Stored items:
──────────
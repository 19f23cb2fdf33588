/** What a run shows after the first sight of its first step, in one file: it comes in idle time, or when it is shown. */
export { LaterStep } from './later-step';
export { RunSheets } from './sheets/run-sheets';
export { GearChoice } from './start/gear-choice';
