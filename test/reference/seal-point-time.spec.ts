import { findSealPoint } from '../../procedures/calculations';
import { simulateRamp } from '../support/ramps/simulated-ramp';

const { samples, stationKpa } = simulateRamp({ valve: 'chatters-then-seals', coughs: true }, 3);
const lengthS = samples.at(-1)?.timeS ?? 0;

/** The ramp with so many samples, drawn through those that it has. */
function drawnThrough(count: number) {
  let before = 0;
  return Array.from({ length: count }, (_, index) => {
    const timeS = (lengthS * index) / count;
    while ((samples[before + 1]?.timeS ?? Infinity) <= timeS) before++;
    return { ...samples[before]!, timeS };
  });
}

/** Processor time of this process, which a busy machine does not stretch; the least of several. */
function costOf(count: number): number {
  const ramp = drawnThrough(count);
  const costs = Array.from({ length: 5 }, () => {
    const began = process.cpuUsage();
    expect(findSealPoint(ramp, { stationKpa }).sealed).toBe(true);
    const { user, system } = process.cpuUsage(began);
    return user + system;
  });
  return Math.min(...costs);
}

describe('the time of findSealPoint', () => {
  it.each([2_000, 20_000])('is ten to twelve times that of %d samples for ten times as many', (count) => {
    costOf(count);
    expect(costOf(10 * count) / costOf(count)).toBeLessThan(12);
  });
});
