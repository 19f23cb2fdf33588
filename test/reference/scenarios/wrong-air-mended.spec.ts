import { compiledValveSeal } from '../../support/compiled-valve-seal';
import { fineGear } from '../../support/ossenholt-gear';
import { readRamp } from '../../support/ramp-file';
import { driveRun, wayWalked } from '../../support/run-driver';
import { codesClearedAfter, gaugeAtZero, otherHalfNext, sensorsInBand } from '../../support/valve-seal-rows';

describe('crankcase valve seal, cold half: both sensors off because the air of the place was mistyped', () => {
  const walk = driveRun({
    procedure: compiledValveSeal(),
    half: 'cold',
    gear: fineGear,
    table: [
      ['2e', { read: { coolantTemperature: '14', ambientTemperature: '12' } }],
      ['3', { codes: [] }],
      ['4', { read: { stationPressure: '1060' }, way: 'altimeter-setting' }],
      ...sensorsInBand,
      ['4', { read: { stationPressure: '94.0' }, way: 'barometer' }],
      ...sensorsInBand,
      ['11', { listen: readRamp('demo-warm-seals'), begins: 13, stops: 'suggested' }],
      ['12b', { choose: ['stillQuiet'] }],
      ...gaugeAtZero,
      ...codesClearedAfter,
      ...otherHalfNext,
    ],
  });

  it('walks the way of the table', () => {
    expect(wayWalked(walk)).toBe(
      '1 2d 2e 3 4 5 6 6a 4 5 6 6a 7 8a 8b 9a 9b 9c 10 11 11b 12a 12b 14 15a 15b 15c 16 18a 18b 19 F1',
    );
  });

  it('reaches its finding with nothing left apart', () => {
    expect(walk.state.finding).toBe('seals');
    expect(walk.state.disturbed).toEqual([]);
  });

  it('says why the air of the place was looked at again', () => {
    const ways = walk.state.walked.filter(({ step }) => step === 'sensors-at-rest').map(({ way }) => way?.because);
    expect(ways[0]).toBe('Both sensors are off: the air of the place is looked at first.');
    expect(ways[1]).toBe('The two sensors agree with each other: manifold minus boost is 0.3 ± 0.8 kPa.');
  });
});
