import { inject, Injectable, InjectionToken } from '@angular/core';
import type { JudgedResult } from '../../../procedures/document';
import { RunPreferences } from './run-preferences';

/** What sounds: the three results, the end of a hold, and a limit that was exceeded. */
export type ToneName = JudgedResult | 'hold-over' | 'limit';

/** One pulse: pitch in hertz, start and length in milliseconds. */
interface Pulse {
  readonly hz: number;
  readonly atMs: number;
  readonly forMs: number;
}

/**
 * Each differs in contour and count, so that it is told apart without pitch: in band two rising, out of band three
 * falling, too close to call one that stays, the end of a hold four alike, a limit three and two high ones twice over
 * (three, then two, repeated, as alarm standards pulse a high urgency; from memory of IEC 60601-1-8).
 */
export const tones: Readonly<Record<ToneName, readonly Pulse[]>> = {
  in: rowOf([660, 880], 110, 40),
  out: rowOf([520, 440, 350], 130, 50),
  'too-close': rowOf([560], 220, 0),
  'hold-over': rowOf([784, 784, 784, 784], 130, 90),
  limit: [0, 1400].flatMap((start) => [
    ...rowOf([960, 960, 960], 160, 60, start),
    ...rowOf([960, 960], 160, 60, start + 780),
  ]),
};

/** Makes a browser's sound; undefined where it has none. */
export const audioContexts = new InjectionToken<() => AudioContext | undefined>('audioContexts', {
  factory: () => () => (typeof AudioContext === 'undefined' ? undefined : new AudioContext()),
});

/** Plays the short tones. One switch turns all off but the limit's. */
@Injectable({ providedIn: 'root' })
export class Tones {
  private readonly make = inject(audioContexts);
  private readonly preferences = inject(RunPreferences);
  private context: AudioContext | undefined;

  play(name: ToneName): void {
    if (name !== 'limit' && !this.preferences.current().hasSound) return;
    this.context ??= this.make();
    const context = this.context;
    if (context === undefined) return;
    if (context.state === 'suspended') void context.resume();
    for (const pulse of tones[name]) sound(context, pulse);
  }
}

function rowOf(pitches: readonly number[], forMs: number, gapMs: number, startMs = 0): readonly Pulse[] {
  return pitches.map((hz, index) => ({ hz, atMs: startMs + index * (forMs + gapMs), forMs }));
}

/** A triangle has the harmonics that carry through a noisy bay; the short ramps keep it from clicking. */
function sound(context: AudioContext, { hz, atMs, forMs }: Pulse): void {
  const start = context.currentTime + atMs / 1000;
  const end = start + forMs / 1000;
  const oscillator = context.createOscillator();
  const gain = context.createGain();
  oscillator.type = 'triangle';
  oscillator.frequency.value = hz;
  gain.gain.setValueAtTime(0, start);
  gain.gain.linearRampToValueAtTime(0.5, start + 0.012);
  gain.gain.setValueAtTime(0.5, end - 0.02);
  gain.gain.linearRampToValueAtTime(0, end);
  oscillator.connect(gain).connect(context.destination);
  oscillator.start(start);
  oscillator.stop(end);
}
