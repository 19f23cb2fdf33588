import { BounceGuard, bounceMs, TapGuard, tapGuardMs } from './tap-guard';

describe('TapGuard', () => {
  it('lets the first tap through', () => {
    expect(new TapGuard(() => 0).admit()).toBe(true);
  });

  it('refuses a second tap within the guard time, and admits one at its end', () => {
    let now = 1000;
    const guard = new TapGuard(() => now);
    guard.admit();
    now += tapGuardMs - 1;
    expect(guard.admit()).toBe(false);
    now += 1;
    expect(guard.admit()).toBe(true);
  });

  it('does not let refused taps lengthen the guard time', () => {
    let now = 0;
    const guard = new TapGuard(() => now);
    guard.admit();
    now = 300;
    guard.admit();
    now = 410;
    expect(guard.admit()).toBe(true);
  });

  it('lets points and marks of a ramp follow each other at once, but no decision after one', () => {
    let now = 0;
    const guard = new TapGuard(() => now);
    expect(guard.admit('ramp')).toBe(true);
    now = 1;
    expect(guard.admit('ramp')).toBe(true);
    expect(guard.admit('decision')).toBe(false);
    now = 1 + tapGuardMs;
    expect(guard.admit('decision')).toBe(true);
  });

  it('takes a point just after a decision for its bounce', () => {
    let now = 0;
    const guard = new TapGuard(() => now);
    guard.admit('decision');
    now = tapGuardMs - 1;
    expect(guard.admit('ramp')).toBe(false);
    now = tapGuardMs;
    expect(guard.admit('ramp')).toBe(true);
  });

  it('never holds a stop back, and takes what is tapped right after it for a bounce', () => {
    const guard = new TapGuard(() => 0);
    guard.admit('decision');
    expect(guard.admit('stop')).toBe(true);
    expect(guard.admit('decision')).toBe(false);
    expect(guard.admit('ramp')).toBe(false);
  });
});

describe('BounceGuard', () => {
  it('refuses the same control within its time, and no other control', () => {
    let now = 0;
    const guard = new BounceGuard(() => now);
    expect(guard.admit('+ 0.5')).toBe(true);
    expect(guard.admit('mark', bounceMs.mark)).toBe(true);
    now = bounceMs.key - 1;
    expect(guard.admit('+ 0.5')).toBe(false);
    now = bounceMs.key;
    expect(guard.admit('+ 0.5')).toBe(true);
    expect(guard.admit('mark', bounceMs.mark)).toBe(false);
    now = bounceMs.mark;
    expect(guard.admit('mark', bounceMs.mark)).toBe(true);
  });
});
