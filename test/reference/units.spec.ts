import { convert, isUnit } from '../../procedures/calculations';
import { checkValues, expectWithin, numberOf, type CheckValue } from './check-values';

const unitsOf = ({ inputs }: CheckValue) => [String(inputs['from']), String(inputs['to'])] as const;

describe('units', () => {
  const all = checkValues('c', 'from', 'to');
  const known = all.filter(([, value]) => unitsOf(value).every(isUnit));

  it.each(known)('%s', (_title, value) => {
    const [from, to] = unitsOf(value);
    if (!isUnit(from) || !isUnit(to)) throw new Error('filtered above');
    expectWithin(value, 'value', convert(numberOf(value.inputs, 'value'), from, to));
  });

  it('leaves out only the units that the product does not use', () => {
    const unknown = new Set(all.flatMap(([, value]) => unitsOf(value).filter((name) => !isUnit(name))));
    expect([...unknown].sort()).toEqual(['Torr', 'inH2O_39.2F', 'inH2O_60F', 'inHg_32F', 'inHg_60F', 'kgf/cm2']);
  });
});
──────────
## ACTIVITY:
Copy, exactly and only, the lines above that begin with the one containing "expectWithin, numberOf, type" and finish with the one containing "const all = checkValues('c', 'from', 'to');".

## FINISHED TASK:
import { checkValues, expectWithin, numberOf, type CheckValue } from './check-values';

const unitsOf = ({ inputs }: CheckValue) => [String(inputs['from']), String(inputs['to'])] as const;

describe('units', () => {
  const all = checkValues('c', 'from', 'to');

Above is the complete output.